Collected data entries:

import { execFileSync } from 'node:child_process';
import { mkdtempSync, rmSync, writeFileSync } from 'node:fs';
import { tmpdir } from 'node:os';
import { join } from 'node:path';
import { afterAll, beforeAll, expect, it } from 'vitest';
import { Client, postSentences } from '../harness/client.js';
import { gga } from '../harness/sentences.js';
import { ServerProcess } from '../harness/server-process.js';

/** A small disk of its own needs the right to mount one. */
function smallDisk(): string | null {
  const folder = mkdtempSync(join(tmpdir(), 'hubtack-disk-'));
  try {
    execFileSync('mount', ['-t', 'tmpfs', '-o', 'size=24m', 'tmpfs', folder], { stdio: 'ignore' });
    return folder;
  } catch {
    rmSync(folder, { recursive: true });
    return null;
  }
}

/** More than the disk holds, down to its last block. */
const sizes = [12_000_000, ...Array.from({ length: 13 }, (_, power) => Math.floor(8_400_000 / 2 ** power))];

const disk = smallDisk();
let server: ServerProcess;
beforeAll(async () => {
  if (!disk) return;
  server = await ServerProcess.make({ DATABASE_FILE: join(disk, 'hubtack.sqlite') });
  await server.start();
});
afterAll(async () => {
  if (!disk) return;
  await server.remove();
  execFileSync('umount', [disk]);
});

it.skipIf(disk === null)(
  'a full disk is answered 503, the server keeps running, and recovers when there is room',
  async () => {
    const client = new Client(server.url);
    await client.signIn('manager@pennywort.example', 'tack-in-the-hub');
    const { id } = await client.json<{ id: number }>('POST', '/api/rovers', { label: 'R-full' });
    const { key } = await client.json<{ key: string }>('POST', `/api/rovers/${id}/key`);
    const start = Math.floor(Date.now() / 1000) * 1000 - 36_000_000;
    const block = (at: number) =>
      Array.from({ length: 400 }, (_, index) => gga(start + (at * 400 + index) * 1000)).join('');
    const filler = join(disk!, 'filler');
    let accepted = 0;
    expect((await postSentences(server.url, key, block(0))).status).toBe(200);
    // Fill what is left of the disk, to the last block.
    for (const size of sizes) {
      try {
        writeFileSync(`${filler}-${size}`, Buffer.alloc(size));
      } catch {
        // No room for this much; the next half.
      }
    }
    let refused: Awaited<ReturnType<typeof postSentences>> | null = null;
    let at = 1;
    for (; at < 60 && !refused; at++) {
      const answer = await postSentences(server.url, key, block(at));
      if (answer.status === 200) accepted += answer.body.accepted;
      else refused = answer;
    }
    expect([refused?.status, refused?.body.code]).toEqual([503, 'storageFull']);
    expect((await fetch(`${server.url}/health/live`)).status).toBe(200);
    for (const size of sizes) rmSync(`${filler}-${size}`, { force: true });
    const again = await postSentences(server.url, key, block(at - 1));
    expect(again).toMatchObject({ status: 200, body: { accepted: 400, duplicates: 0 } });
    expect(accepted % 400).toBe(0);
  },
);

> **YOUR ASSIGNMENT**
The answer must consist of every line from the entries above that contains the string "accepted".

> **ANSWER SPACE**
    let accepted = 0;
      if (answer.status === 200) accepted += answer.body.accepted;
    expect(again).toMatchObject({ status: 200, body: { accepted: 400, duplicates: 0 } });
    expect(accepted % 400).toBe(0);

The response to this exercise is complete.